##### Material provided

// builtCases cover every response (lowpass, highpass, bandpass, bandstop),
// every topology asked for by name and auto with notch sections, E96 and
// E24 resistors, finite-GBW op-amps, converters, and boards that pass and
// fail as built. Designs to pass carry a design_margin.
func builtCases() []builtCase {
	return []builtCase{
		// Lowpass.
		{"lp-butter-sk-e96-margin", `{"response": "lowpass", "approximation": "butterworth", "passband_hz": 1000, "stopband_hz": 3000, "passband_ripple_db": 1, "stopband_atten_db": 40,
			"topology": "sallen-key", "design_margin": {"passband_db": 0.3, "stopband_db": 3}}`},
		{"lp-cheb1-sk-1mhz-fails", `{"response": "lowpass", "approximation": "chebyshev1", "passband_hz": 10000, "stopband_hz": 20000, "order": 6, "passband_ripple_db": 0.5, "stopband_atten_db": 30,
			"topology": "sallen-key", "opamp": {"gbw_hz": 1e6}}`},
		{"lp-cheb1-mfb-e24-converter", `{"response": "lowpass", "approximation": "chebyshev1", "passband_hz": 4000, "passband_ripple_db": 0.5,
			"topology": "multiple-feedback", "resistor_series": "E24", "converter": {"bits": 12, "sample_rate_hz": 48000, "full_scale_vpp": 4},
			"design_margin": {"passband_db": 0.2, "stopband_db": 3}}`},
		{"lp-ellip-auto-notch-margin", `{"response": "lowpass", "approximation": "elliptic", "passband_hz": 3400, "stopband_hz": 4600, "passband_ripple_db": 0.2, "stopband_atten_db": 50,
			"design_margin": {"passband_db": 0.15, "stopband_db": 2}}`},
		{"lp-ellip-sv-converter", `{"response": "lowpass", "approximation": "elliptic", "passband_hz": 20000, "passband_ripple_db": 0.1,
			"topology": "state-variable", "opamp": {"gbw_hz": 20e6}, "converter": {"bits": 16, "sample_rate_hz": 192000, "full_scale_vpp": 4},
			"design_margin": {"passband_db": 0.05, "stopband_db": 3}}`},
		{"lp-cheb2-auto-e24-fails", `{"response": "lowpass", "approximation": "chebyshev2", "passband_hz": 2000, "stopband_hz": 3000, "passband_ripple_db": 0.5, "stopband_atten_db": 60,
			"resistor_series": "E24", "opamp": {"gbw_hz": 2e6}}`},
		{"lp-bessel-sk-e24", `{"response": "lowpass", "approximation": "bessel", "passband_hz": 1000, "stopband_hz": 5000, "stopband_atten_db": 30,
			"topology": "sallen-key", "resistor_series": "E24", "design_margin": {"stopband_db": 2}}`},
		{"lp-legendre-sk-e24", `{"response": "lowpass", "approximation": "legendre", "passband_hz": 1000, "stopband_hz": 2500, "passband_ripple_db": 1, "stopband_atten_db": 40,
			"topology": "sallen-key", "resistor_series": "E24", "design_margin": {"passband_db": 0.3, "stopband_db": 3}}`},
		{"lp-gaussian-mfb", `{"response": "lowpass", "approximation": "gaussian", "passband_hz": 2000, "stopband_hz": 8000, "stopband_atten_db": 30,
			"topology": "multiple-feedback", "design_margin": {"stopband_db": 2}}`},
		{"lp-linphase-auto-converter", `{"response": "lowpass", "approximation": "linear-phase", "phase_error_deg": 0.5, "passband_hz": 5000, "order": 7,
			"converter": {"bits": 12, "sample_rate_hz": 48000, "full_scale_vpp": 4}}`},
		{"hp-legendre-sv", `{"response": "highpass", "approximation": "legendre", "passband_hz": 1000, "stopband_hz": 400, "passband_ripple_db": 0.5, "stopband_atten_db": 40,
			"topology": "state-variable"}`},
		{"lp-butter-sk-oversampling", `{"response": "lowpass", "approximation": "butterworth", "passband_hz": 20000, "passband_ripple_db": 0.5,
			"topology": "sallen-key", "converter": {"bits": 16, "sample_rate_hz": 3072000, "full_scale_vpp": 4, "output_rate_hz": 48000},
			"design_margin": {"passband_db": 0.2, "stopband_db": 3}}`},
		{"lp-butter-sk-alias-fails", `{"response": "lowpass", "approximation": "butterworth", "passband_hz": 1000, "stopband_hz": 3000, "stopband_atten_db": 40,
			"topology": "sallen-key", "converter": {"bits": 12, "sample_rate_hz": 5000, "full_scale_vpp": 4}, "design_margin": {"passband_db": 0.3}}`},
		// Highpass.
		{"hp-butter-sk-e24-margin", `{"response": "highpass", "approximation": "butterworth", "passband_hz": 500, "stopband_hz": 100, "stopband_atten_db": 50,
			"topology": "sallen-key", "resistor_series": "E24", "design_margin": {"passband_db": 0.3, "stopband_db": 3}}`},
		{"hp-cheb1-mfb-margin", `{"response": "highpass", "approximation": "chebyshev1", "passband_hz": 1000, "stopband_hz": 400, "passband_ripple_db": 1, "stopband_atten_db": 45,
			"topology": "multiple-feedback", "resistor_range_ohm": [100, 2.2e6], "design_margin": {"passband_db": 0.4, "stopband_db": 3}}`},
		{"hp-ellip-auto-notch", `{"response": "highpass", "approximation": "elliptic", "passband_hz": 1000, "stopband_hz": 700, "passband_ripple_db": 0.5, "stopband_atten_db": 55,
			"design_margin": {"passband_db": 0.2, "stopband_db": 2}}`},
		{"hp-cheb2-sv-1mhz", `{"response": "highpass", "approximation": "chebyshev2", "passband_hz": 5000, "stopband_hz": 2500, "passband_ripple_db": 1, "stopband_atten_db": 50,
			"topology": "state-variable", "opamp": {"gbw_hz": 1e6}}`},
		{"hp-butter-sk-converter-no-alias-band", `{"response": "highpass", "approximation": "butterworth", "passband_hz": 2000, "stopband_hz": 500, "stopband_atten_db": 40,
			"topology": "sallen-key", "converter": {"bits": 12, "sample_rate_hz": 48000, "full_scale_vpp": 4}, "design_margin": {"passband_db": 0.3}}`},
		{"hp-cheb1-sk-e24-fails", `{"response": "highpass", "approximation": "chebyshev1", "passband_hz": 2000, "stopband_hz": 1000, "passband_ripple_db": 0.1, "stopband_atten_db": 40,
			"topology": "sallen-key", "resistor_series": "E24"}`},
		// Bandpass.
		{"bp-butter-mfb-margin", `{"response": "bandpass", "approximation": "butterworth", "passband_hz": [800, 1250], "stopband_hz": [400, 2500], "passband_ripple_db": 1, "stopband_atten_db": 30,
			"topology": "multiple-feedback", "design_margin": {"passband_db": 0.3, "stopband_db": 3}}`},
		{"bp-cheb1-sv-1mhz", `{"response": "bandpass", "approximation": "chebyshev1", "passband_hz": [9000, 11000], "stopband_hz": [7000, 14000], "passband_ripple_db": 0.5, "stopband_atten_db": 40,
			"topology": "state-variable", "opamp": {"gbw_hz": 1e6}}`},
		{"bp-ellip-auto-notch", `{"response": "bandpass", "approximation": "elliptic", "passband_hz": [900, 1100], "stopband_hz": [800, 1250], "passband_ripple_db": 0.5, "stopband_atten_db": 40,
			"design_margin": {"passband_db": 0.25, "stopband_db": 2}}`},
		{"bp-butter-mfb-converter", `{"response": "bandpass", "approximation": "butterworth", "passband_hz": [1000, 3000], "stopband_hz": [300, 10000], "passband_ripple_db": 1, "stopband_atten_db": 30,
			"topology": "multiple-feedback", "converter": {"bits": 10, "sample_rate_hz": 32000, "full_scale_vpp": 2},
			"design_margin": {"passband_db": 0.3, "stopband_db": 3}}`},
		{"bp-cheb2-auto-e24", `{"response": "bandpass", "approximation": "chebyshev2", "passband_hz": [2000, 3000], "stopband_hz": [1500, 4000], "passband_ripple_db": 1, "stopband_atten_db": 40,
			"resistor_series": "E24"}`},
		// Bandstop.
		{"bs-butter-auto-notch-margin", `{"response": "bandstop", "approximation": "butterworth", "passband_hz": [300, 3000], "stopband_hz": [800, 1100], "passband_ripple_db": 1, "stopband_atten_db": 30,
			"design_margin": {"passband_db": 0.3, "stopband_db": 3}}`},
		{"bs-cheb1-sv", `{"response": "bandstop", "approximation": "chebyshev1", "passband_hz": [500, 2000], "stopband_hz": [900, 1100], "passband_ripple_db": 0.5, "stopband_atten_db": 40,
			"topology": "state-variable", "opamp": {"gbw_hz": 5e6}}`},
		{"bs-ellip-auto-notch", `{"response": "bandstop", "approximation": "elliptic", "passband_hz": [700, 1400], "stopband_hz": [900, 1100], "passband_ripple_db": 0.5, "stopband_atten_db": 45,
			"design_margin": {"passband_db": 0.2, "stopband_db": 2}}`},
		{"bs-cheb1-auto-converter-no-alias-band", `{"response": "bandstop", "approximation": "chebyshev1", "passband_hz": [45, 70], "stopband_hz": [48, 52], "passband_ripple_db": 1, "stopband_atten_db": 30,
			"converter": {"bits": 16, "sample_rate_hz": 1000, "full_scale_vpp": 4}, "design_margin": {"passband_db": 0.4}}`},
		{"bs-cheb2-sv-e24-fails", `{"response": "bandstop", "approximation": "chebyshev2", "passband_hz": [1000, 4000], "stopband_hz": [1800, 2200], "passband_ripple_db": 0.05, "stopband_atten_db": 50,
			"topology": "state-variable", "resistor_series": "E24", "opamp": {"gbw_hz": 1e6}}`},
	}
}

##########

• _What is expected_
From the listing above, return every line that contains the word "builtCases".

• _Answer below_
// builtCases cover every response (lowpass, highpass, bandpass, bandstop),
func builtCases() []builtCase {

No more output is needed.